= Richard Lathe =

Molecular biologist

Richard Lathe is a molecular biologist who has held professorships at the University of Strasbourg, the University of Edinburgh, and the State University of Pushchino. He was assistant director at the biotech company Transgene in Strasbourg, a principal scientist at ABRO, Edinburgh, and Co-Director of the Biotechnology College ESBS based in Strasbourg. Lathe is also the founder of Pieta Research, a biotechnology consultancy in Edinburgh, current academic appointments are with the University of Edinburgh and the State University of Pushchino. He resigned from his post at Pushchino in 2022.

== Early work ==
Lathe studied Molecular Biology at Edinburgh under Bill Hayes and Ken Murray, followed by doctoral studies at Brussels under Rene Thomas. He then moved to Cambridge (under Mike Ashburner), to Heidelberg (Ekke Bautz) before joining the newly founded Biotech company Transgene SA under Jean-Pierre Lecocq, Pierre Chambon, and Philippe Kourilsky.

==Vaccines==

Lathe is the primary inventor of the vaccine that eradicated rabies in France.; other members of the team included Marie-Paule Kieny. Extension of this work included the development of vaccines against virus-induced tumors. The European rabies vaccination campaigns proved tremendously successful and constituted a paradigm for wildlife vaccination programs. France was declared free of rabies in 2002, but success in North America has been less dramatic owing to the prevalence of several species capable of transmitting rabies

==Gene technology==

The most highly cited paper regards a tool for isolating coding sequences, published in 1985 in the Journal of Molecular Biology.

This paper makes him among the 1000 citations clan of authors who have achieved a thousand citations for a single-author work

==Hippocampal function==

A review in the Journal of Endocrinology entitled 'Hormones and the Hippocampus' argues that external and internal biochemical sensing have been crucial for the evolution of the mammalian brain. Although the hippocampus is likely to play a role in internal sensing, other brain regions have been implicated, and a far wider role of the hippocampus in consciousness, episodic memory, and emotional feelings has been discussed

==Autism, Brain, and Environment==

In Autism, Brain, and Environment (2006, ISBN 1-84310-438-5), Lathe proposes that autism is largely a disorder of the limbic brain, balancing what he calls evidence that environmental factors may trigger autism with a recognition of genetic vulnerability.
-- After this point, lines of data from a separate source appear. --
"""The measure curve: log-spaced sizes, computed as the run goes, equal to a recount at each size."""
import numpy as np
import pytest

import baggr
from baggr.engine import Training
from baggr.oob import measure_curve as mc
from baggr.oob import measures as M
from generators import friedman1, waveform


def test_schedule_has_every_size_then_log_spaced_and_at_least_40_points():
    s = mc.sizes_up_to(100_000)
    assert s[:40] == list(range(1, 41))
    ratios = np.array(s[41:]) / np.array(s[40:-1])
    assert np.all(ratios > 1.0) and np.all(ratios < 1.12)        # 32 a decade: 10 ** (1/32) = 1.075
    for m in (40, 41, 57, 100, 1000, 99_999):
        assert len(mc.sizes_up_to(m)) >= 40
        assert mc.sizes_up_to(m) == [b for b in s if b <= m]
    for b in (1, 39, 40, 41, 99, 5000):
        assert mc.next_size(b) == min(x for x in s if x > b)


def _row(values, names):
    return np.array([[values[n][0], *(values[n][1] or (np.nan, np.nan))] for n in names])


@pytest.mark.parametrize("vote", ["hard", "shares"])
def test_curve_points_equal_a_recount_of_a_run_of_that_size(vote):
    # incremental equals batch: member m depends only on (seed, m), so a run of b members has
    # the tallies the long run had after b members; its measures are the curve's point at b
    X, y = waveform(400, seed=1)
    cfg = baggr.Config(members=45, seed=2, vote=vote, threads=2)
    ens = baggr.train(X, y, cfg)
    sizes, curves = mc.curve_of(ens.oob, raw=True)
    assert sizes == mc.sizes_up_to(45)
    est_sizes, estimates = mc.curve_of(ens.oob)
    assert est_sizes == sizes
    names = M.CLASS_MEASURES
    curve, band = ens.oob.raw_curve, ens.oob.raw_curve_interval
    for b in (1, 7, 43):
        small = baggr.train(X, y, cfg.replace(members=b))
        got = np.array([curves[n][sizes.index(b)] for n in names])
        want = M.class_measures(small.oob.arrays()["target"], small.oob.arrays()["votes"],
                                share_bins=mc.SHARE_BINS if vote == "shares" else None)
        # the textbook figures: every measure but the error is a recount of the tallies of b members ...
        np.testing.assert_allclose(got[1:], _row(want, names)[1:], rtol=1e-12, atol=0)
        # ... and the error the textbook OOB curve at b
        np.testing.assert_array_equal(got[0], [curve[b - 1], *band[b - 1]])
        # the estimates for the kept b-member ensemble: the view's curve of each measure at b (three
        # classes: the AUC has none, its textbook point stands)
        assert set(ens.oob.measure_fits()) == set(names) - {"auc"}
        np.testing.assert_array_equal(estimates["auc"][sizes.index(b)], got[-1])
        for n in names[:-1]:
            e, iv = ens.oob.measure_curve(n)
            np.testing.assert_array_equal(estimates[n][sizes.index(b)], [e[b - 1], *iv[b - 1]])
    # the final figures: the same functions on the whole run; the error is the view's own (estimated)
    # one in oob.measures(), the textbook one (share of rows whose OOB vote is wrong) in of_oob
    final = ens.oob.measures()
    assert final["error"] == (ens.oob.error, tuple(ens.oob.interval))
    assert set(final) == set(names)
    textbook = ens.oob.raw_curve if hasattr(ens.oob, "raw_curve") else ens.oob.curve   # before any correction
    assert M.of_oob(ens.oob)["error"][0] == pytest.approx(textbook[-1], rel=1e-12)


def test_curve_is_bit_identical_across_threads_and_a_resume():
    X, y = friedman1(300, seed=3)
    cfg = baggr.Config(members=50, seed=4, threads=1)
    one = baggr.train(X, y, cfg).oob.arrays()
    two = baggr.train(X, y, cfg.replace(threads=2)).oob.arrays()
    t = Training(X, y, cfg.replace(threads=2))
    t.run(until=23)
    arrays, header = t.checkpoint()
    again = Training(X, y, cfg.replace(threads=2))
    again.restore({k: np.array(v) for k, v in arrays.items()}, header, t.kept())
    resumed = again.run().oob.arrays()
    for other in (two, resumed):
        for name in ("measure_sizes", "measure_values", "measure_names", "target"):
            np.testing.assert_array_equal(one[name], other[name])
    assert mc.decode_names(one["measure_names"]) == list(M.REGRESSION_MEASURES)


def test_member_events_carry_the_measures_at_the_scheduled_sizes():
    X, y = waveform(200, seed=5)
    seen = []
    baggr.train(X, y, baggr.Config(members=48, seed=6),
                on_member=lambda e: seen.append((e.member, e.journal_fields().get("measures"))))
    with_measures = [m for m, f in seen if f is not None]
    assert with_measures == mc.sizes_up_to(48)
    m, f = seen[-2]   # 47: not scheduled (43, 46, 50, ...)
    assert f is None
    f = dict(seen)[46]
    assert set(f) == set(M.CLASS_MEASURES) and len(f["auc"]) == 3 and 0.5 < f["auc"][0] <= 1.0


def test_model_file_keeps_the_curve_and_rejects_a_damaged_one(tmp_path):
    X, y = waveform(200, seed=7)
    ens = baggr.train(X, y, baggr.Config(members=12, seed=8))
    ens.save(tmp_path / "m.npz")
    back = baggr.load(tmp_path / "m.npz")
    for name in ("measure_sizes", "measure_values", "target"):
        np.testing.assert_array_equal(back.oob.arrays()[name], ens.oob.arrays()[name])
    from baggr.model import npzfile
    header, arrays = npzfile.read(tmp_path / "m.npz", "model file")
    arrays["oob_measure_sizes"] = arrays["oob_measure_sizes"][::-1].copy()
    npzfile.write_atomic(tmp_path / "bad.npz", arrays, header)
    with pytest.raises(baggr.ModelFileError, match="not ascending"):
        baggr.load(tmp_path / "bad.npz")


def _leaf_share_votes(n, n_classes, step, seed):
    """OOB votes of leaf shares: each row left out by 0-39 members, each of which votes its leaf's
    class shares; pure leaves (step 1) give whole numbers, leaves of five rows (step 5) fifths. The
    shares lean toward the row's class, so the AUC is far from 1/2 and from 1."""
    rng = np.random.default_rng(seed)
    y = rng.integers(0, n_classes, n).astype(np.int32)
    k = rng.integers(0, 40, n)
    votes = np.zeros((n, n_classes))
    for r in range(n):
        p = np.full(n_classes, 0.4 / n_classes)
        p[y[r]] += 0.6
        votes[r] = rng.multinomial(k[r] * step, p) / step
    return y, votes


@pytest.mark.parametrize("n_classes", [2, 3])
@pytest.mark.parametrize("step", [1, 5])
def test_curve_measures_of_leaf_shares_equal_the_obvious_computation(n_classes, step):
    # The curve counts whole leaf shares (pure leaves) per (k, v) cell and bins fractional ones in one
    # pass; both must give what the definitions give row by row (tests/naive_measures.py, scipy).
    from scipy import stats

    import naive_measures as naive
    y, votes = _leaf_share_votes(3000, n_classes, step, seed=10 * n_classes + step)
    got = mc.curve_class_measures(y, votes)
    ok, s = naive.shares_of(votes)
    yy = y[ok]
    wrong = np.argmax(s, axis=1) != yy                    # ties to the lowest class, as argmax
    assert got["error"][0] == pytest.approx(wrong.mean(), rel=1e-12)
    per_class = [wrong[yy == c].mean() for c in range(n_classes)]
    assert got["balanced-error"][0] == pytest.approx(np.mean(per_class), rel=1e-12)
    assert got["log-loss"][0] == pytest.approx(naive.log_loss(y, votes), rel=1e-12)
    assert got["brier"][0] == pytest.approx(naive.brier(y, votes), rel=1e-12)
    # AUC: Mann-Whitney U / (n1 n0) of each class's share (scipy), the macro mean for three classes
    which = [1] if n_classes == 2 else range(n_classes)
    aucs, bounds = [], []
    for c in which:
        pos, neg = s[yy == c, c], s[yy != c, c]
        aucs.append(stats.mannwhitneyu(pos, neg).statistic / (pos.size * neg.size))
        # shares binned at SHARE_BINS count as tied within a bin: the AUC moves by at most half the
        # share of positive-negative pairs that share a bin (measures.class_measures' docstring)
        bins = np.minimum((s[:, c] * mc.SHARE_BINS).astype(np.int64), mc.SHARE_BINS - 1)
        same = np.bincount(bins[yy == c], minlength=mc.SHARE_BINS) @ np.bincount(bins[yy != c],
                                                                               minlength=mc.SHARE_BINS)
        bounds.append(0.5 * same / (pos.size * neg.size))
    if step == 1:    # whole shares: counted exactly
        assert got["auc"][0] == pytest.approx(np.mean(aucs), rel=1e-12)
    else:
        assert abs(got["auc"][0] - np.mean(aucs)) <= np.mean(bounds) + 1e-12
    if n_classes == 2 and step == 1:    # DeLong's variance by its double loop (naive_measures)
        pos, neg = s[yy == 1, 1], s[yy == 0, 1]
        half = 1.959963984540054 * np.sqrt(naive.delong_variance(pos, neg))
        np.testing.assert_allclose(got["auc"][1], (np.mean(aucs) - half, np.mean(aucs) + half), rtol=1e-9)
    # the intervals of the per-row measures: the report's own computation (rows sorted exactly)
    exact = M.class_measures(y, votes)
    for name in ("error", "balanced-error", "log-loss", "brier"):
        np.testing.assert_allclose(got[name][1], exact[name][1], rtol=1e-12)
==Lunar theory of life's origins on Earth==

Lathe's research has led him to develop a theory that without the Moon, there would be no life on Earth. When life began, Earth orbited much more closely to the Moon than it does now, causing massive tides every few hours, which in turn caused rapid cycling of salinity levels on coastlines and may have driven the evolution of early DNA. Lathe uses polymerase chain reaction (PCR), which amplifies DNA replication in the lab, as an example of the mechanisms that facilitate DNA replication, In the laboratory, PCR synthesis is achieved by cycling DNA between two extreme temperatures in the presence of certain enzymes. At lower temperatures, about 50 °C, single strands of DNA act as templates for building complementary strands. At higher temperatures, about 100 °C, the double strands break apart, doubling the number of molecules. The synthesis of DNA is started again by lowering the temperature, and so forth. Through this process, one DNA molecule can be converted into a trillion identical copies in just 40 cycles. Saline cycles triggered by rapid tidal activity would have amplified molecules such as DNA in a process similar to PCR, through alternating high and low salinity – a process dubbed tidal chain reaction (TCR) – says Lathe, "The tidal force is absolutely important, because it provides the energy for association and dissociation" of polymers.

A contrasting viewpoint is that deep-sea hydrothermal vents, among other scenarios, may have led to the emergence of life (abiogenesis). In addition, the fast early tides invoked may not have been quite so rapid, and it is possible that only 2-3% of the Earth's crust may have been exposed above the sea until late in terrestrial evolution [4]; although mechanistically sound, the tidal chain reaction theory remains speculative.

==Brain disease==

The prion theory has been widely questioned, and the prion (PrP) protein is now recognized to be an RNA-binding protein. Darlix and Lathe propose that retroelements constitute the replicative component of the transmissible spongiform encephalopathies.

Lathe has also argued that infection may play a role in Alzheimer disease, and has worked with Rudy Tanzi and Rob Moir at Harvard to develop the Antimicrobial Protection Theory of Alzheimer Disease Building on earlier recommendations of an expert group and increasing evidence that there is a causal link between infection and Alzheimer's disease.